There have not been any undesirable aspects pertaining to the representation of trustee in this case. j. Nature and length of the professional relationship with the client.
Floyd, Smith, Rios Wahrlich, P.C. is the law firm in which W. Steve Smith, who is serving as trustee, is a member.
k. Awards in similar cases (whether the compensation is reasonable based on the customary compensation charged by comparably skilled practitioners in cases other than cases under this title).
Applicant's requested compensation is comparable to what would be charged by other persons or firms.
Applicant also seeks interim allowance and reimbursement of expenses advanced to trustee of $37,447.78 in the third application and $32,670.01 in the fourth application. The expenses for which reimbursement is sought are reasonable and necessary.

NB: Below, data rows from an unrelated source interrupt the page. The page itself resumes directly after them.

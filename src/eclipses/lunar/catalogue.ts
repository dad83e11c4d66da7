/**
 * The catalogue: every lunar eclipse in a UT range, with its geometry.
 *
 * For each lunation: Meeus's mean elements say whether an eclipse is possible;
 * astronomy-engine finds the full moon; one sampled shadow track (nine
 * ephemeris calls) then gives greatest eclipse, magnitudes and every contact.
 */
import { SearchMoonPhase } from 'astronomy-engine';
import { ephemerisTime } from '../../ephemeris/bodies.ts';
import { standardDeltaTModel, type DeltaTModel } from '../../ephemeris/deltaT.ts';
import { subBodyPoint, type LonLat } from '../../ephemeris/earth.ts';
import {
  decimalYearFromDays,
  isoSeconds,
  momentFromTT,
  utDaysFromDate,
  wholeSecondsBetween,
  type Moment,
} from '../../ephemeris/time.ts';
import { CONTACT_LIMITS, CONTACT_ORDER, findCrossingTT, findGreatestTT, type ContactName } from './contacts.ts';
import { shadowConvention, type ShadowConvention, type ShadowConventionName } from './conventions.ts';
import { lunationIndexNear, mayHoldLunarEclipse, meanFullMoonTTDays } from '../common/lunations.ts';
import { checkRange, eclipsesInRange, SUPPORTED_RANGE } from '../common/range.ts';
import { sarosAt } from '../common/saros.ts';
import { sampleShadowTrack, type ShadowTrack } from './track.ts';
import type { EclipseKind, LunarEclipse, PhaseDurations } from './types.ts';

export interface CatalogueOptions {
  /** Start of the range, inclusive (UT). */
  readonly from: Date;
  /** End of the range, exclusive (UT). */
  readonly to: Date;
  /** Shadow convention; default Danjon. */
  readonly convention?: ShadowConventionName;
  /** ΔT model; default the standard observed + forecast + long-term model. */
  readonly deltaT?: DeltaTModel;
}

const HOUR_DAYS = 1 / 24;
/** First window around the full moon; wide enough for the longest penumbral phase (≈ 6 h 20 min). */
const WINDOW_HALF_DAYS = 5 * HOUR_DAYS;

/** Every lunar eclipse whose greatest (UT) falls in [from, to), in time order. */
export function findLunarEclipses(options: CatalogueOptions): LunarEclipse[] {
  checkRange(options.from, options.to);
  const convention = shadowConvention(options.convention ?? 'danjon');
  const deltaTModel = options.deltaT ?? standardDeltaTModel();
  return eclipsesInRange(options.from, options.to, (k) => (mayHoldLunarEclipse(k, convention) ? eclipseAtLunation(k, convention, deltaTModel) : undefined), meanFullMoonTTDays);
}

/** The eclipse at full moon k + 0.5 (Meeus numbering), if there is one. */
export function eclipseAtLunation(k: number, convention: ShadowConvention, deltaTModel: DeltaTModel): LunarEclipse | undefined {
  const meanTT = meanFullMoonTTDays(k);
  const fullMoon = SearchMoonPhase(180, ephemerisTime(meanTT - 2), 4);
  if (!fullMoon) throw new Error(`no full moon found within 2 days of mean lunation ${k + 0.5}`);
  let track = sampleShadowTrack(fullMoon.tt - WINDOW_HALF_DAYS, fullMoon.tt + WINDOW_HALF_DAYS);
  let greatestTT = findGreatestTT(track);
  const limit = CONTACT_LIMITS.P1;
  if (limit(track.at(greatestTT), convention) >= 0) return undefined;
  if (limit(track.at(track.startTTDays), convention) <= 0 || limit(track.at(track.endTTDays), convention) <= 0) {
    // The penumbral phase reaches an edge of the window: centre a new one on greatest.
    track = sampleShadowTrack(greatestTT - WINDOW_HALF_DAYS, greatestTT + WINDOW_HALF_DAYS);
    greatestTT = findGreatestTT(track);
  }
  return describeEclipse(track, greatestTT, convention, deltaTModel);
}

function describeEclipse(track: ShadowTrack, greatestTT: number, convention: ShadowConvention, deltaTModel: DeltaTModel): LunarEclipse {
  const state = track.at(greatestTT);
  const radii = convention.radii(state);
  const twiceMoonSD = 2 * state.moonSemiDiameterRad;
  const umbralMagnitude = (radii.umbraRad + state.moonSemiDiameterRad - state.separationRad) / twiceMoonSD;
  const penumbralMagnitude = (radii.penumbraRad + state.moonSemiDiameterRad - state.separationRad) / twiceMoonSD;
  const kind: EclipseKind = umbralMagnitude >= 1 ? 'total' : umbralMagnitude > 0 ? 'partial' : 'penumbral';

  const deltaT = deltaTModel.at(decimalYearFromDays(greatestTT));
  const moment = (tt: number): Moment => momentFromTT(tt, deltaT.seconds);
  const greatest = moment(greatestTT);

  const contactTT: Partial<Record<ContactName, number>> = {};
  for (const name of CONTACT_ORDER) {
    if ((name === 'U1' || name === 'U4') && kind === 'penumbral') continue;
    if ((name === 'U2' || name === 'U3') && kind !== 'total') continue;
    const before = name === 'P1' || name === 'U1' || name === 'U2';
    const [from, to] = before ? [track.startTTDays, greatestTT] : [greatestTT, track.endTTDays];
    const tt = findCrossingTT(track, convention, CONTACT_LIMITS[name], from, to);
    if (tt === undefined) throw new Error(`contact ${name} of the eclipse near ${isoSeconds(greatest.utDays)} lies outside its window`);
    contactTT[name] = tt;
  }

  const contacts: Partial<Record<ContactName, Moment>> = {};
  const subLunar: { greatest: LonLat } & Partial<Record<ContactName, LonLat>> = {
    greatest: subBodyPoint(state.moonPositionKm, greatest),
  };
  for (const name of CONTACT_ORDER) {
    const tt = contactTT[name];
    if (tt === undefined) continue;
    contacts[name] = moment(tt);
    subLunar[name] = subBodyPoint(track.at(tt).moonPositionKm, contacts[name]);
  }

  const span = (a: ContactName, b: ContactName): number | undefined => {
    const start = contacts[a];
    const end = contacts[b];
    return start && end ? wholeSecondsBetween(start.utDays, end.utDays) : undefined;
  };
  const partialSeconds = span('U1', 'U4');
  const totalSeconds = span('U2', 'U3');
  const durations: PhaseDurations = {
    penumbralSeconds: span('P1', 'P4')!,
    ...(partialSeconds !== undefined ? { partialSeconds } : {}),
    ...(totalSeconds !== undefined ? { totalSeconds } : {}),
  };

  return {
    body: 'lunar',
    id: isoSeconds(greatest.utDays).slice(0, 10),
    kind,
    convention: convention.name,
    greatest,
    deltaT,
    gamma: (state.northSign * state.separationRad) / state.moonParallaxRad,
    umbralMagnitude,
    penumbralMagnitude,
    saros: sarosAt(greatestTT),
    contacts,
    durations,
    subLunar,
  };
}


/** The eclipse whose greatest (UT) lies nearest an instant, if one lies within `withinDays`. */
export function eclipseNear(at: Date, withinDays: number, options: Omit<CatalogueOptions, 'from' | 'to'> = {}): LunarEclipse | undefined {
  const clamp = (ms: number) => new Date(Math.min(Math.max(ms, SUPPORTED_RANGE.from.getTime()), SUPPORTED_RANGE.to.getTime()));
  const from = clamp(at.getTime() - withinDays * 86_400_000);
  const to = clamp(at.getTime() + withinDays * 86_400_000);
  if (to <= from) return undefined;
  const target = utDaysFromDate(at);
  const found = findLunarEclipses({ ...options, from, to });
  return found.sort((a, b) => Math.abs(a.greatest.utDays - target) - Math.abs(b.greatest.utDays - target))[0];
}

/** The first eclipse whose greatest (UT) falls at or after an instant. */
export function nextEclipse(after: Date, options: Omit<CatalogueOptions, 'from' | 'to'> = {}): LunarEclipse | undefined {
  const to = new Date(Math.min(after.getTime() + 400 * 86_400_000, SUPPORTED_RANGE.to.getTime()));
  if (to <= after) return undefined;
  return findLunarEclipses({ ...options, from: after, to })[0];
}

For the foregoing reasons, this Court finds that the objections by EuroGas-related entities and the debtors to the trustee's counsel's third and fourth interim fee applications should be DENIED. It is therefore
ORDERED that the trustee's third and fourth interim applications for compensation and reimbursement of expenses are GRANTED subject to review on final application.
APPENDIX
Upon the Effective date, under the Modified Plan Kukui acquired:
7.2 Assets to be Acquired by KUKUI. KUKUI shall acquire under Plan the following assets of the Debtor's estate:
. . . .
(b) The right to prosecute, as a representative of the debtor's estate, appointed under Section 1123(b)(c)(B) of the Bankruptcy Code, serving on behalf of the Unsecured Creditors Trust, the claims and causes of action of the Debtor against (I) Michael McKenzie, members of his family, and corporations or other business entities related to or affiliated with the Debtor, (ii) existing and former employees, agents, representatives, professionals, and assignees of the Debtor, Michael McKenzie, Family members, corporations or other business entities related to or affiliates and mediate or immediate transferees of any of the foregoing; subject to the trust agreement governing the Unsecured Creditors Trust;
. . . .
(c) The right to prosecute, as a representative of the Debtor's estate, appointed under Section 1123(b)(3)(B) of the Bankruptcy Code, serving on behalf of the Unsecured Creditors' Trust, either by way of objection, adversary proceeding of other appropriate means, the claims, causes of action and rights of offset of the Debtor against the holder of any Claim, if and to the extent necessary to protect any assets being transferred to KUKUI hereunder from diminution or other impairment as a consequence of such Claim . . .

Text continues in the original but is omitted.